● PROMPT
Everything from the line holding "function distinctNumbers(y, n)" through the last line of the listing needs to be repeated exactly, with no other lines.

──────── TASK MATERIAL ────────

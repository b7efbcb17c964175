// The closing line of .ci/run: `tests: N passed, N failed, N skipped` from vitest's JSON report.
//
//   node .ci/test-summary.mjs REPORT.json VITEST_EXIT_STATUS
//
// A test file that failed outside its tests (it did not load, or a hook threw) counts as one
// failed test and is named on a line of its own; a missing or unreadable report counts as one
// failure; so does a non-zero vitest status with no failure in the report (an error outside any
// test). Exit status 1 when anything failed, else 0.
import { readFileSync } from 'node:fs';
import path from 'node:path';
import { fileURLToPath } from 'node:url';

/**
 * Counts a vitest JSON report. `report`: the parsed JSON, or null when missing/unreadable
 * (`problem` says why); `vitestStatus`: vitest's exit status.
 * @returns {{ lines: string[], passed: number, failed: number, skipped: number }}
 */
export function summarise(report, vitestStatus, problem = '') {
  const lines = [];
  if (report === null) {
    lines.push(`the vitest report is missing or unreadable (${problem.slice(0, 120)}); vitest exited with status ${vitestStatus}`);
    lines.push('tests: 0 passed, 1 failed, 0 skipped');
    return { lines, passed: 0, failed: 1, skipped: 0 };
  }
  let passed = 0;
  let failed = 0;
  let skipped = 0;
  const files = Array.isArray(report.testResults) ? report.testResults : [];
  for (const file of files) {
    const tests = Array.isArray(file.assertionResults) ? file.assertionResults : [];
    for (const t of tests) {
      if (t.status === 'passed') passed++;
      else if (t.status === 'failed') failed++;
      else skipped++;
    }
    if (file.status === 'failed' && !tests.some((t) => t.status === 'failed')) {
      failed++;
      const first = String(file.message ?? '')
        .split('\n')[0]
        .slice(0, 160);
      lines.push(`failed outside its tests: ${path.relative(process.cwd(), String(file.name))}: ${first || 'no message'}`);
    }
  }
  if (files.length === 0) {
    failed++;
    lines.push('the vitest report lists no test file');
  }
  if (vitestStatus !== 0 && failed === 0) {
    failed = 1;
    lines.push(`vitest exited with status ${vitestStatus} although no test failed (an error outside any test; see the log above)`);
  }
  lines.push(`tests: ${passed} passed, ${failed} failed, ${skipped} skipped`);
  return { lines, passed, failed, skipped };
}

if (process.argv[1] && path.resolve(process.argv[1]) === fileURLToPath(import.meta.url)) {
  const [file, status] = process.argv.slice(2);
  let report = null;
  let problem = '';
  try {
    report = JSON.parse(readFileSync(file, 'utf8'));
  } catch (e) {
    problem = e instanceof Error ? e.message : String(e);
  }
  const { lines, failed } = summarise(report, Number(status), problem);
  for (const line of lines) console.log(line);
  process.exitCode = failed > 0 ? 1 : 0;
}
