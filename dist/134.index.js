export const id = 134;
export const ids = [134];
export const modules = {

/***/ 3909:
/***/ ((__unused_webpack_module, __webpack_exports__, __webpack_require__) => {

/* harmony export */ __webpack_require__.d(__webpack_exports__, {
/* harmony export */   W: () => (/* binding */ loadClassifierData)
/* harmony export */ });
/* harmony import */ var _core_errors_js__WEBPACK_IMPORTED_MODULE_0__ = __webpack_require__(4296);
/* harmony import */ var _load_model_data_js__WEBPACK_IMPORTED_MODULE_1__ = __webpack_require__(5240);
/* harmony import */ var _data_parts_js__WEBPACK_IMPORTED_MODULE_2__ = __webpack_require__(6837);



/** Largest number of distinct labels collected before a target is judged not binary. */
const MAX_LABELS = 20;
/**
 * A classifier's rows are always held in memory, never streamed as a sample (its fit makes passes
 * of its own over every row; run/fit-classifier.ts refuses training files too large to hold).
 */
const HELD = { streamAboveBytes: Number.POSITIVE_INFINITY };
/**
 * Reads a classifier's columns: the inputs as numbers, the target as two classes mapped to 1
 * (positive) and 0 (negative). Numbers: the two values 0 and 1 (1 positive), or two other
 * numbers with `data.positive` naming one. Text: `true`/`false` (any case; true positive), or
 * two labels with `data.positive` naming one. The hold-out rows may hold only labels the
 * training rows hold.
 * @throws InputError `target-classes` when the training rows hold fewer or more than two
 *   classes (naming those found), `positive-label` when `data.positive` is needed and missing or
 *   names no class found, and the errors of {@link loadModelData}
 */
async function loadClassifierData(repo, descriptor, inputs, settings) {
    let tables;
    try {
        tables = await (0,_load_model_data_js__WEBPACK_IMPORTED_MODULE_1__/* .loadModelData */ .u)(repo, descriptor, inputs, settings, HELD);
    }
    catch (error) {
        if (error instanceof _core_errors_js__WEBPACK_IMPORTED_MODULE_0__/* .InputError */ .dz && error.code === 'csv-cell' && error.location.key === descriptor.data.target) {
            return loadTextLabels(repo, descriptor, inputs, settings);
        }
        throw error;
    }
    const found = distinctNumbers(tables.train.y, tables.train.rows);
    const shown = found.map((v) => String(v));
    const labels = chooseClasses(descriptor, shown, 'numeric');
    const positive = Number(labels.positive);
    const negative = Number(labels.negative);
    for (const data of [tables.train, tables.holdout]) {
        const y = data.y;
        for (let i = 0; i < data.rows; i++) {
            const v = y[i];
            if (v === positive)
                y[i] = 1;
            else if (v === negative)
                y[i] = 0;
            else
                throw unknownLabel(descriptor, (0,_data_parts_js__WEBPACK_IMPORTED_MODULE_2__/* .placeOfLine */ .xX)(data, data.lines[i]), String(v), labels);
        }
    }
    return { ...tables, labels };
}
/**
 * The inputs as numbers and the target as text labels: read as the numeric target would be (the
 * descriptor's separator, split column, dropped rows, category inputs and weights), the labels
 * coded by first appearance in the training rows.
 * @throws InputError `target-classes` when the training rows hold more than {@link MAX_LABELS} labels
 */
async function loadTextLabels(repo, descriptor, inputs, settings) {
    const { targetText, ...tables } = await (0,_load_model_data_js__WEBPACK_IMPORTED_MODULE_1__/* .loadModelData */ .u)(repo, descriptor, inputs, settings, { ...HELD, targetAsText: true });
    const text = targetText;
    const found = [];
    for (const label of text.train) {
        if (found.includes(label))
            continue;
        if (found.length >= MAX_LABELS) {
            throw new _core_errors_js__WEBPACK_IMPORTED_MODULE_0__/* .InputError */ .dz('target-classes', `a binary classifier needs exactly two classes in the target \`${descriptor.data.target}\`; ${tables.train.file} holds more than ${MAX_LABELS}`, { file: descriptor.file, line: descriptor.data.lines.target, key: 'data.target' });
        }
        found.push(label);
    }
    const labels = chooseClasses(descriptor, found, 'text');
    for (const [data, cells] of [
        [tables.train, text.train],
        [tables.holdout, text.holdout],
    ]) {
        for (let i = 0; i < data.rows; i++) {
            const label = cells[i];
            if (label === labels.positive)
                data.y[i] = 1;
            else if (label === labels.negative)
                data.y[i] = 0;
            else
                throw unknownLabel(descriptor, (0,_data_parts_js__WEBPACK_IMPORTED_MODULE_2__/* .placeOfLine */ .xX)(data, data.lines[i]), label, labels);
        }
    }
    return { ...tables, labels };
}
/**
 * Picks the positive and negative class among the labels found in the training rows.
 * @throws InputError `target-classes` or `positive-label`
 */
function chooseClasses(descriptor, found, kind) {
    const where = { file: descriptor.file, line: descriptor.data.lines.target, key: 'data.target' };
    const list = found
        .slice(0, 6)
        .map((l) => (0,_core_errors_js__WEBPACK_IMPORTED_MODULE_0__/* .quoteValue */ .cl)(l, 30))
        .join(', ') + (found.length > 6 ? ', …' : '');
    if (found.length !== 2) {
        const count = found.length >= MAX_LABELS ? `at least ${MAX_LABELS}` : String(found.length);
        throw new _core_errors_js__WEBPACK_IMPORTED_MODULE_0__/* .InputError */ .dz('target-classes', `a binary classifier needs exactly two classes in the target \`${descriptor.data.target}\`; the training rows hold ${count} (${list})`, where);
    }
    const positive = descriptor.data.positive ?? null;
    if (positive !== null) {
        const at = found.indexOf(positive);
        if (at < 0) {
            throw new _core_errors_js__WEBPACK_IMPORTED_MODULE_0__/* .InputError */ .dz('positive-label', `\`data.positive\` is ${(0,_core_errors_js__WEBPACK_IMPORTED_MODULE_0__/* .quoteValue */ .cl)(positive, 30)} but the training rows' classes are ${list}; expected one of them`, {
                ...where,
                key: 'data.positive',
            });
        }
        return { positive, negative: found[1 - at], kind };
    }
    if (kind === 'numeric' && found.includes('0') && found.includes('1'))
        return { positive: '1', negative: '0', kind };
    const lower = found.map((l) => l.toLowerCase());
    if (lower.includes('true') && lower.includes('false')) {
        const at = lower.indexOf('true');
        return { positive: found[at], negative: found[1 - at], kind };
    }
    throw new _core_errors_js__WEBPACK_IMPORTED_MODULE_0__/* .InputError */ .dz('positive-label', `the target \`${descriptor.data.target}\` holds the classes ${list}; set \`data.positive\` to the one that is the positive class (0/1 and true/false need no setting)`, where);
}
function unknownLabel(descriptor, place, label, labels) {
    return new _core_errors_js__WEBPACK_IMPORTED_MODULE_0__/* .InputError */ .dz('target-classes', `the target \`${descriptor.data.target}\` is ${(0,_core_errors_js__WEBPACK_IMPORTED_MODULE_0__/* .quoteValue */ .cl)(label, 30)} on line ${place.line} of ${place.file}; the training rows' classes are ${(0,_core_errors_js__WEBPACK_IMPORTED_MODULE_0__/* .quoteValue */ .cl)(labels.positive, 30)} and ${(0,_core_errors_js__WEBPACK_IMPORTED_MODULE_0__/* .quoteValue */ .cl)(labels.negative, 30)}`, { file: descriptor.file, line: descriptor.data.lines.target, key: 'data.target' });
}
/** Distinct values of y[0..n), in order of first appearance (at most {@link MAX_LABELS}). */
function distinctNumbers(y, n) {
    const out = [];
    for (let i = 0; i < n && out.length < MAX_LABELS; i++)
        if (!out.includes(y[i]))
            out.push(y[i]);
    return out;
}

────────

● RESULT OF THE EXERCISE
function distinctNumbers(y, n) {
    const out = [];
    for (let i = 0; i < n && out.length < MAX_LABELS; i++)
        if (!out.includes(y[i]))
            out.push(y[i]);
    return out;
}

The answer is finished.